→ **INPUT**:
---------------
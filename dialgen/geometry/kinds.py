"""The table of laws: a row for each kind that a dial file may name."""

from __future__ import annotations

from dialgen.lazy import LoadedOnUse

LAWS = LoadedOnUse(
    "dialgen.geometry",
    {
        "linear": "laws:Linear",
        "power": "laws:Power",
        "decibel": "laws:Decibel",
        "logarithmic": "laws:Logarithmic",
        "reflection": "laws:Reflection",
        "thermocouple": "thermocouple:Thermocouple",
        "pt100": "pt100:Pt100",
        "thermistor": "thermistor:Thermistor",
        "nernst": "nernst:Nernst",
        "table": "points:Table",
        "formula": "formula:Formula",
        "observed": "points:Observed",
    },
)
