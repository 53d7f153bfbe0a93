"""Places spread over a scale, and the check that a law moves one way over them."""

from __future__ import annotations

import math

import numpy as np

from dialgen.errors import InputError
from dialgen.stage import Array, Span, Stage


def sample_places(span: Span, count: int) -> Array:
    """Return ``count`` ascending places over a span; to infinity in equal steps of x/(x + width)."""
    low, high = span
    if math.isfinite(high):
        return np.linspace(low, high, count)
    share = np.linspace(0.0, 1.0, count)[:-1]
    return low + max(abs(low), 1.0) * share / (1.0 - share)


def check_one_way(stage: Stage, span: Span, count: int) -> None:
    """Refuse a law that does not move strictly one way over the scale.

    Raises:
        InputError: naming the values between which it turns, or where it has no signal.
    """
    places = sample_places(span, count)
    signals = stage.forward(places)
    if not np.isfinite(signals).all():
        bad = float(places[~np.isfinite(signals)][0])
        raise InputError(f"the law has no signal at {bad:.6g}; it must hold over the whole scale")
    steps = np.diff(signals)
    turned = np.flatnonzero(np.sign(steps) != np.sign(signals[-1] - signals[0]))
    if len(turned) or signals[-1] == signals[0]:
        at = int(turned[0]) if len(turned) else 0
        raise InputError(
            f"the law turns or stands still between {places[at]:.6g} and {places[at + 1]:.6g}; "
            "it must move strictly one way over the scale"
        )
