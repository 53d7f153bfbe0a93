"""How the movement's torque answers: from drive (1 = full-deflection current) to deflection."""

from __future__ import annotations

import math
from collections.abc import Sequence
from dataclasses import dataclass

import numpy as np

from dialgen.errors import InputError
from dialgen.geometry.monotone import Monotone, through
from dialgen.stage import POSITIVE, Affine, Array, Span, Stage

EVEN: Stage = Affine(1.0)
"""The response of a good moving coil in an even field: deflection equals drive."""


@dataclass(frozen=True, slots=True)
class Power:
    """deflection = drive^exponent; 2 is the ideal moving iron, with no sense of direction."""

    exponent: float
    domain: Span = POSITIVE
    image: Span = POSITIVE

    def forward(self, x: Array) -> Array:
        """Return the deflection for drives of at least 0."""
        return np.power(x, self.exponent)

    def inverse(self, y: Array) -> Array:
        """Return the drive for deflections of at least 0."""
        return np.power(y, 1.0 / self.exponent)


@dataclass(frozen=True, slots=True)
class Mirrored:
    """A response known for drives from 0 up, and the same the other way below."""

    half: Monotone
    at_zero: float
    domain: Span
    image: Span

    def forward(self, x: Array) -> Array:
        """Return the deflection; below 0 the mirror image about the resting point."""
        if x.size and x.min() >= 0:
            return self.half.forward(x)
        return self.at_zero + np.sign(x) * (self.half.forward(np.abs(x)) - self.at_zero)

    def inverse(self, y: Array) -> Array:
        """Return the drive."""
        beyond = y - self.at_zero
        return np.sign(beyond) * self.half.inverse(self.at_zero + np.abs(beyond))


def from_points(points: Sequence[tuple[float, float]]) -> Stage:
    """Return the response through (drive, deflection) points.

    Where no point has a negative drive, negative drives mirror the positive ones.

    Raises:
        InputError: fewer than two points, drives that do not ascend, or deflections that do not
            strictly rise.
    """
    drives, deflections = zip(*points, strict=True)
    curve = through(drives, deflections)
    if deflections[-1] < deflections[0]:
        raise InputError(
            "the deflections fall as the drive rises; swap rest and full of the movement instead"
        )
    if drives[0] < 0:
        return curve
    if curve.domain[0] > 0.0:
        raise InputError("the first points give no slope to go on by down to drive 0; add the point [0, 0]")
    at_zero = float(curve.forward(np.array(0.0)))
    reach, top = curve.domain[1], curve.image[1]
    mirrored_top = 2 * at_zero - top if math.isfinite(top) else -math.inf
    return Mirrored(curve, at_zero, (-reach, reach), (mirrored_top, top))
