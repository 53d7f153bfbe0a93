"""Dial files and CSVs that are wrong in one way each, and what must be said of them."""

from __future__ import annotations

from dataclasses import dataclass, field
from importlib.util import find_spec
from pathlib import Path

import dialfile_samples as samples


@dataclass(frozen=True)
class Bad:
    """A good file with one edit, and what must be said of it.

    ``place`` is line:column of the first complaint; ``key`` its key; ``piece`` part of its words.
    """

    name: str
    old: str
    new: str
    place: str
    key: str
    piece: str
    text: str = samples.SHUNT
    more: int = 0
    files: dict[str, str] = field(default_factory=dict)


READINGS = samples.SHUNT[samples.SHUNT.index("[[movement.reading]]") : samples.SHUNT.index("[movement.old]")]
FROM_CSV = samples.SHUNT.replace(READINGS, 'readings = "r.csv"\n')

TOML = [
    Bad(
        "value without quotes",
        'current = "1 mA"',
        "current = 1 mA",
        "9:13",
        "",
        "mA is left over behind the number",
    ),
    Bad("decimal comma", "rest = -44.0", "rest = -44,0", "11:11", "", "the decimal sign is a point"),
    Bad("minus of the typesetter", "rest = -44.0", "rest = −44.0", "11:8", "", "minus sign of the keyboard"),
    Bad("typographic quotes", '"1 mA"', "“1 mA”", "9:11", "", "typographic quotes"),
    Bad(
        "millimetres written",
        "radius = 44.0",
        "radius = 44.0mm",
        "38:14",
        "",
        "write millimetres and degrees bare",
    ),
    Bad("key twice", "full = 44.0", "full = 44.0\nrest = 3", "13:1", "", "rest is already given above"),
    Bad("table twice", "[plate]", "[movement]", "45:1", "", "movement is already given above"),
    Bad("text not closed", '"PB-07"', '"PB-07', "5:16", "", "the text does not end on its line"),
    Bad(
        "list not closed",
        "size = [84, 64]",
        "size = [84, 64",
        "47:1",
        "",
        "the list does not go on or end here",
    ),
    Bad("no value", "rest = -44.0", "rest =", "11:7", "", "no value behind rest"),
    Bad("no equals sign", "rest = -44.0", "rest: -44.0", "11:5", "", "no = after the key"),
    Bad("a point first", "corner = 2", "corner = .5", "48:10", "", "write a 0 before it"),
    Bad("a point last", "corner = 2", "corner = 2.", "48:11", "", "write one, such as 5.0"),
    Bad("truth in Python", "corner = 2", "corner = True", "48:10", "", "no value that can be read: True"),
    Bad("too many digits", "from = 0", "from = " + "9" * 5000, "35:8", "", "too many digits"),
    Bad("very many parts", "from = 0", ".".join("a" * 200) + " = 1", "35:1", "", "very many parts"),
    Bad("nested too deeply", "from = 0", "from = " + "[" * 5000, "1:1", "", "nested too deeply"),
    Bad("end of file", samples.SHUNT, "[movement", "1:10", "", "the name of the table does not end"),
]

SCHEMA = [
    Bad("no version", "dialgen = 1\n", "\n", "1:1", "dialgen", "missing; add dialgen = 1 as the first line"),
    Bad("other version", "dialgen = 1\n", "dialgen = 2\n", "1:1", "dialgen", "version 2 of the dial file"),
    Bad("empty file", samples.SHUNT, "", "1:1", "dialgen", "missing; add dialgen = 1", more=3),
    Bad("misspelt key", "radius = 44.0", "radios = 44.0", "38:1", "scale[1].radios", "did you mean radius?"),
    Bad("another name", 'kind = "shunt"', 'type = "shunt"', "29:1", "circuit.type", "did you mean kind?"),
    Bad(
        "key of another table",
        "pointer = 50.0",
        "size = [1, 2]",
        "15:1",
        "movement.size",
        "it belongs in [plate]",
    ),
    Bad(
        "key of the circuit",
        "pointer = 50.0",
        'range = "1 A"',
        "15:1",
        "movement.range",
        "it belongs in [circuit]",
    ),
    Bad(
        "key like no other", "pointer = 50.0", "zzz = 1", "15:1", "movement.zzz", "the keys are kind, current"
    ),
    Bad("unknown table", "[[text]]", "[[legend]]", "51:3", "legend", "not a key here"),
    Bad("key missing", "full = 44.0\n", "", "7:2", "movement.full", "missing; add full = 44.0"),
    Bad(
        "table missing",
        "[plate]\nsize = [84, 64]\npivot = [42, 12]\n",
        "",
        "1:1",
        "plate",
        "add a table [plate]",
        more=2,
    ),
    Bad("single scale", "[[scale]]", "[scale]", "33:2", "scale", "begin each with [[scale]]"),
    Bad(
        "bare current",
        'current = "1 mA"',
        "current = 1",
        "9:1",
        "movement.current",
        'write for example "1 mA"',
    ),
    Bad("bare resistance", '"75 ohm"', "75", "10:1", "movement.resistance", 'write for example "75 ohm"'),
    Bad("no unit", '"75 ohm"', '"75"', "10:1", "movement.resistance", "has no unit"),
    Bad("wrong unit", '"1 mA"', '"1 mV"', "9:1", "movement.current", "is not in A"),
    Bad("small letter", '"1 mA"', '"1 ma"', "9:1", "movement.current", 'did you mean "1 mA"?'),
    Bad("comma in text", '"1 mA"', '"1,5 mA"', "9:1", "movement.current", 'write "1.5 mA"'),
    Bad("no current", '"1 mA"', '"0 A"', "9:1", "movement.current", "is not above 0"),
    Bad(
        "angle in quotes",
        "rest = -44.0",
        'rest = "-44 deg"',
        "11:1",
        "movement.rest",
        "bare number of degrees",
    ),
    Bad(
        "angle too large",
        "full = 44.0",
        "full = 361",
        "12:1",
        "movement.full",
        "write a number from -360 to 360",
    ),
    Bad(
        "angle not a number", "full = 44.0", "full = nan", "12:1", "movement.full", "must be finite, not nan"
    ),
    Bad("angle a truth value", "full = 44.0", "full = true", "12:1", "movement.full", "not true"),
    Bad("angle a date", "full = 44.0", "full = 2024-01-01", "12:1", "movement.full", "not 2024-01-01"),
    Bad(
        "length too large",
        "radius = 44.0",
        "radius = 2001",
        "38:1",
        "scale[1].radius",
        "not from 0 to 2000 mm",
    ),
    Bad(
        "length negative", "radius = 44.0", "radius = -1", "38:1", "scale[1].radius", "not from 0 to 2000 mm"
    ),
    Bad(
        "length of nothing", "radius = 44.0", "radius = 0", "38:1", "scale[1].radius", "write 0.01 mm or more"
    ),
    Bad(
        "length with comma", "radius = 44.0", 'radius = "4,4 cm"', "38:1", "scale[1].radius", 'write "4.4 cm"'
    ),
    Bad("not a pair", "pivot = [42, 12]", "pivot = 42", "47:1", "plate.pivot", "write for example [0, 8]"),
    Bad(
        "half a pair",
        "pivot = [42, 12]",
        'pivot = [42, "x"]',
        "47:14",
        "plate.pivot[2]",
        '"x" is not a length',
    ),
    Bad("kind of circuit", '"shunt"', '"shnt"', "29:1", "circuit.kind", 'did you mean "shunt"?'),
    Bad(
        "kind of law",
        '"linear"\nradius',
        '"log"\nradius',
        "37:1",
        "scale[1].law.kind",
        'did you mean "logarithmic"?',
    ),
    Bad(
        "key of a law",
        '"linear"\nradius',
        '{ kind = "power", exp = 2 }\nradius',
        "37:25",
        "scale[1].law.exp",
        "exponent?",
    ),
    Bad(
        "column in characters",
        "[0, 10, 20, 30, 40]",
        '[{ at = 0, label = "Ω" }, { at = 50 }]',
        "40:38",
        "scale[1].numbered[2]",
        "50 is outside the scale",
    ),
    Bad(
        "rating a truth value",
        'built = "1.885 mohm"',
        "rated = true",
        "31:1",
        "circuit.rated",
        "true is not a shunt's rating",
    ),
    Bad(
        "rating very long",
        'built = "1.885 mohm"',
        f'rated = "{"x" * 300}"',
        "31:1",
        "circuit.rated",
        f"\"{'x' * 36}... is not a shunt's rating",
    ),
    Bad("circuit with no kind", 'kind = "shunt"\n', "", "28:2", "circuit.kind", "the circuit has no kind"),
    Bad(
        "single hole",
        "hole = [{ at = [-32, -4], diameter = 3.2 }, ",
        "hole = { at = 1 } # ",
        "49:1",
        "plate.hole",
        "write [{ ... }]",
    ),
    Bad("marks", '"outward"', '"out"', "42:1", "scale[1].marks", 'write "outward" or "inward" or "across"'),
    Bad("response", '"linear"\npointer', '"square"\npointer', "14:1", "movement.response", "{ power = 1.8 }"),
    Bad(
        "response turns",
        '"linear"\npointer',
        "{ points = [[0, 0], [0.5, 0.6], [1, 0.5]] }\npointer",
        "14:14",
        "movement.response.points",
        "must move strictly one way",
    ),
    Bad(
        "step of nothing", '"auto"', "{ every = 0 }", "41:15", "scale[1].divisions.every", "is not above zero"
    ),
    Bad(
        "numbered in quotes", "[0, 10, 20", '[0, "10", 20', "40:16", "scale[1].numbered[2]", "without quotes"
    ),
    Bad(
        "too many numbered",
        "[0, 10, 20",
        f"[{'0, ' * 600}20",
        "40:1",
        "scale[1].numbered",
        "give at most 500",
    ),
    Bad("value too large", "to = 40", "to = 1e300", "36:1", "scale[1].to", "put a prefix"),
    Bad("value minus infinite", "from = 0", "from = -inf", "35:1", "scale[1].from", "must be finite"),
    Bad(
        "no such letter", '"50 mV shunt"', '"50 mV ☃"', "52:1", "text[1].say", "no font has the character '☃'"
    ),
    Bad(
        "line break in text",
        '"50 mV shunt"',
        '"50 mV\\nshunt"',
        "52:1",
        "text[1].say",
        "each line as a text of its own",
    ),
]
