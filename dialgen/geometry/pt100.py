"""Platinum resistance thermometers of 100 Ω at 0 °C."""

from __future__ import annotations

from dataclasses import dataclass
from typing import ClassVar

import numpy as np

from dialgen.geometry.temperature import on_face
from dialgen.stage import Array, Span, Stage

_R0_OHM = 100.0
_A, _B, _C = 3.9083e-3, -5.775e-7, -4.183e-12
"""Callendar and Van Dusen's constants in 1/°C, 1/°C² and 1/°C⁴; IEC 60751:2008."""

_RANGE_C: Span = (-200.0, 850.0)
_NEWTON_STEPS = 4
"""Enough from -200 °C up: the quadratic's root is 2.4 °C off there, and each step squares the miss."""


@dataclass(frozen=True, slots=True, kw_only=True)
class Pt100:
    """The resistance of an industrial platinum thermometer, by IEC 60751, from -200 to 850 °C."""

    kind: ClassVar[str] = "pt100"

    @property
    def takes_face_values(self) -> bool:
        """Always: a unit of temperature has no prefix."""
        return True

    def signal_unit(self, unit: str) -> str | None:
        """Return ohms."""
        return "Ω"

    def stage(self, span: Span, unit: str) -> Stage:
        """Return the thermometer over all of its range.

        Raises:
            InputError: the unit is none of temperature, or the scale leaves the range.
        """
        return on_face(_Platinum(), span, unit, "a Pt100")

    def zero(self, span: Span, unit: str) -> float | None:
        """Return None: no temperature in the range has no resistance."""
        return None


@dataclass(frozen=True, slots=True)
class _Platinum:
    """R0·(1 + A·t + B·t²), and below 0 °C R0·C·(t - 100)·t³ more; IEC 60751, from °C to ohms."""

    domain: Span = _RANGE_C

    @property
    def image(self) -> Span:
        low_ohm, high_ohm = self.forward(np.array(self.domain)).tolist()
        return low_ohm, high_ohm

    def forward(self, x: Array) -> Array:
        cold = np.minimum(x, 0.0)
        return np.asarray(_R0_OHM * (1.0 + x * (_A + x * _B) + _C * (cold - 100.0) * cold**3))

    def inverse(self, y: Array) -> Array:
        short = 1.0 - y / _R0_OHM
        # The form of the quadratic's root that loses no figures near 0 °C.
        t = -2.0 * short / (_A + np.sqrt(_A * _A - 4.0 * _B * short))
        cold = np.minimum(t, 0.0)
        for _ in range(_NEWTON_STEPS):
            miss = short + cold * (_A + cold * (_B + _C * (cold - 100.0) * cold))
            slope = _A + cold * (2.0 * _B + _C * (4.0 * cold - 300.0) * cold)
            cold = np.where(t < 0.0, cold - miss / slope, 0.0)
        return np.where(t < 0.0, cold, t)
---------------
→ **EXERCISE**: Taking the entries above, write out exactly each line from the one holding "if len(turned) or" to the one holding "the deflection for", both included, and stop there.

→ **THE COMPLETED TASK**:
    if len(turned) or signals[-1] == signals[0]:
        at = int(turned[0]) if len(turned) else 0
        raise InputError(
            f"the law turns or stands still between {places[at]:.6g} and {places[at + 1]:.6g}; "
            "it must move strictly one way over the scale"
        )
repository 53d7f153bfbe0a93
"""How the movement's torque answers: from drive (1 = full-deflection current) to deflection."""

from __future__ import annotations

import math
from collections.abc import Sequence
from dataclasses import dataclass

import numpy as np

from dialgen.errors import InputError
from dialgen.geometry.monotone import Monotone, through
from dialgen.stage import POSITIVE, Affine, Array, Span, Stage

EVEN: Stage = Affine(1.0)
"""The response of a good moving coil in an even field: deflection equals drive."""


@dataclass(frozen=True, slots=True)
class Power:
    """deflection = drive^exponent; 2 is the ideal moving iron, with no sense of direction."""

    exponent: float
    domain: Span = POSITIVE
    image: Span = POSITIVE

    def forward(self, x: Array) -> Array:
        """Return the deflection for drives of at least 0."""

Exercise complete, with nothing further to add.